# [SOLVED] Cooling fans



## Burto87 (Aug 24, 2011)

Hey all, 

Just wondering how the bitfenix spectre fans compare? They look half decent and come with the 3pin connector which is a plus. Noise isn't a real issue with me at this point in time.


----------



## GZ (Jan 31, 2010)

*Re: Cooling fans*

Hello Burto87,

I am not familiar with the bitfenix brand... I also don't know what is available down your way... But...

I like CoolerMaster fans for most of my stuff... They are relatively quiet and move enough air for most applications.

I also like the Antec Tri-Cools, although I think they have been changing their lines lately.

I prefer Thermaltake fans, the high RPM variety for my performance cooling... They get quite loud at high RPM, so I only use them with fan speed controllers.
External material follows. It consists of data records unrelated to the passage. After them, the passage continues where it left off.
import "server-only";
import { and, desc, eq } from "drizzle-orm";
import type { Database } from "@/db";
import { listOwedBackCandidates } from "@/db/queries/owed-back";
import { estimateRevisions, jobs, payments, refunds } from "@/db/schema";
import type { TxContext } from "@/db/transaction";
import { accountOf, type Account } from "@/lib/engine/pricing/account";
import { transitionJob } from "@/lib/server/services/jobs";
import { moneyText } from "@/lib/validation/estimate";

export type JobAccount = {
  account: Account;
  /** The revision the total comes from (null before any approval). */
  revision: typeof estimateRevisions.$inferSelect | null;
  currency: string;
  exponent: number;
  /** Paid deposits, for the deposit still due on a revision approved before the set came in. */
  paidDepositsMinor: number;
};

function exponentOf(pricing: Record<string, unknown> | undefined): number {
  const e = pricing?.exponent;
  return typeof e === "number" && Number.isInteger(e) ? e : 2;
}

/**
 * The one account of a job, read from the rows: the newest approved revision's total (or, when the owner had
 * the set returned as is, the total the work stopped at), every payment and every refund.
 */
export async function loadJobAccount(tx: Database, jobId: string): Promise<JobAccount> {
  const [job] = await tx.select({ settledTotalMinor: jobs.settledTotalMinor }).from(jobs).where(eq(jobs.id, jobId)).limit(1);
  const [revision] = await tx
    .select()
    .from(estimateRevisions)
    .where(and(eq(estimateRevisions.jobId, jobId), eq(estimateRevisions.status, "approved")))
    .orderBy(desc(estimateRevisions.revision))
    .limit(1);
  const paymentRows = await tx
    .select({ id: payments.id, amountMinor: payments.amountMinor, status: payments.status, purpose: payments.purpose })
    .from(payments)
    .where(eq(payments.jobId, jobId));
  const refundRows = await tx
    .select({ amountMinor: refunds.amountMinor, status: refunds.status })
    .from(refunds)
    .innerJoin(payments, eq(payments.id, refunds.paymentId))
    .where(eq(payments.jobId, jobId));
  const totalMinor = job?.settledTotalMinor ?? revision?.totalMinor ?? 0;
  const account = accountOf({ totalMinor, payments: paymentRows, refunds: refundRows });
  const [anyRevision] = revision
    ? [revision]
    : await tx
        .select()
        .from(estimateRevisions)
        .where(eq(estimateRevisions.jobId, jobId))
        .orderBy(desc(estimateRevisions.revision))
        .limit(1);
  return {
    account,
    revision: revision ?? null,
    currency: anyRevision?.currency ?? "USD",
    exponent: exponentOf(anyRevision?.pricing),
    paidDepositsMinor: paymentRows.filter((p) => p.status === "paid" && p.purpose === "deposit").reduce((s, p) => s + p.amountMinor, 0),
  };
}

/**
 * A job waiting for its balance with nothing left to pay (warranty work, a cheaper revision, payments that
 * already cover the total) moves on to "paid in full" by itself: a system move, written to the history and
 * the audit log like any other. Money owed back is named in the note so the office sees it.
 */
export async function settleIfNothingOwed(ctx: TxContext, jobId: string): Promise<{ account: Account; movedOn: boolean }> {
  const [job] = await ctx.tx.select({ state: jobs.state }).from(jobs).where(eq(jobs.id, jobId)).for("update").limit(1);
  const { account, currency, exponent } = await loadJobAccount(ctx.tx, jobId);
  if (job?.state !== "balance_due" || account.owedMinor > 0) return { account, movedOn: false };
  const note =
    account.owedBackMinor > 0
      ? `Nothing left to pay; ${moneyText(account.owedBackMinor, currency, exponent)} is owed back to the owner`
      : "Nothing left to pay";
  await transitionJob(ctx, { jobId, to: "paid_in_full", actor: "system", actorId: null, note });
  return { account, movedOn: true };
}

export type OwedBackRow = {
  jobId: string;
  jobNumber: number;
  state: string;
  customerName: string;
  currency: string;
  owedBackMinor: number;
  /** Money arrived for a checkout that had been superseded. */
  stalePayment: boolean;
};

/** For the office: jobs where the shop holds more than the total, or money arrived for a superseded checkout. */
export async function listOwedBack(): Promise<OwedBackRow[]> {
  const rows = await listOwedBackCandidates();
  return rows
    .map((r) => ({ r, account: accountOf({ totalMinor: r.totalMinor, payments: r.payments, refunds: r.refunds }) }))
    .filter(({ r, account }) => account.owedBackMinor > 0 || r.anyStale)
    .map(({ r, account }) => ({
      jobId: r.jobId,
      jobNumber: r.jobNumber,
      state: r.state,
      customerName: r.customerName,
      currency: r.currency,
      owedBackMinor: account.owedBackMinor,
      stalePayment: r.anyStale,
    }));
}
As for the Bitfenix brand... I am reading a bunch of very mixed reviews, so I can't tell you either way.


----------



## Burto87 (Aug 24, 2011)

Cheers for your input. I was looking at the coolermaster fans as I have a cooler master case, however was finding it difficult to find a shop local enough to purchase both sets of fans (140mm and 120mm with green LEDs). Well since I wasn't smart enough to wait for a reply I already bought the fans and will let you know how they go once installed and tested.


----------



## GZ (Jan 31, 2010)

*Re: Cooling fans*

That would be great!


----------



## Burto87 (Aug 24, 2011)

No worries. What free software is out there to change fan speeds? Or I'm thinking of just going into the bios and bumping all up to 100% and seeing noise levels etc and try different percentages?


----------



## GZ (Jan 31, 2010)

*Re: Cooling fans*

Your best bet is to use a fan-controller... I have seen too many fan-control sofwares either not work properly, or at all and cause problems in the long run.


----------



## shotgn (Aug 10, 2008)

*Re: Cooling fans*



GZ said:


> Your best bet is to use a fan-controller... I have seen too many fan-control sofwares either not work properly, or at all and cause problems in the long run.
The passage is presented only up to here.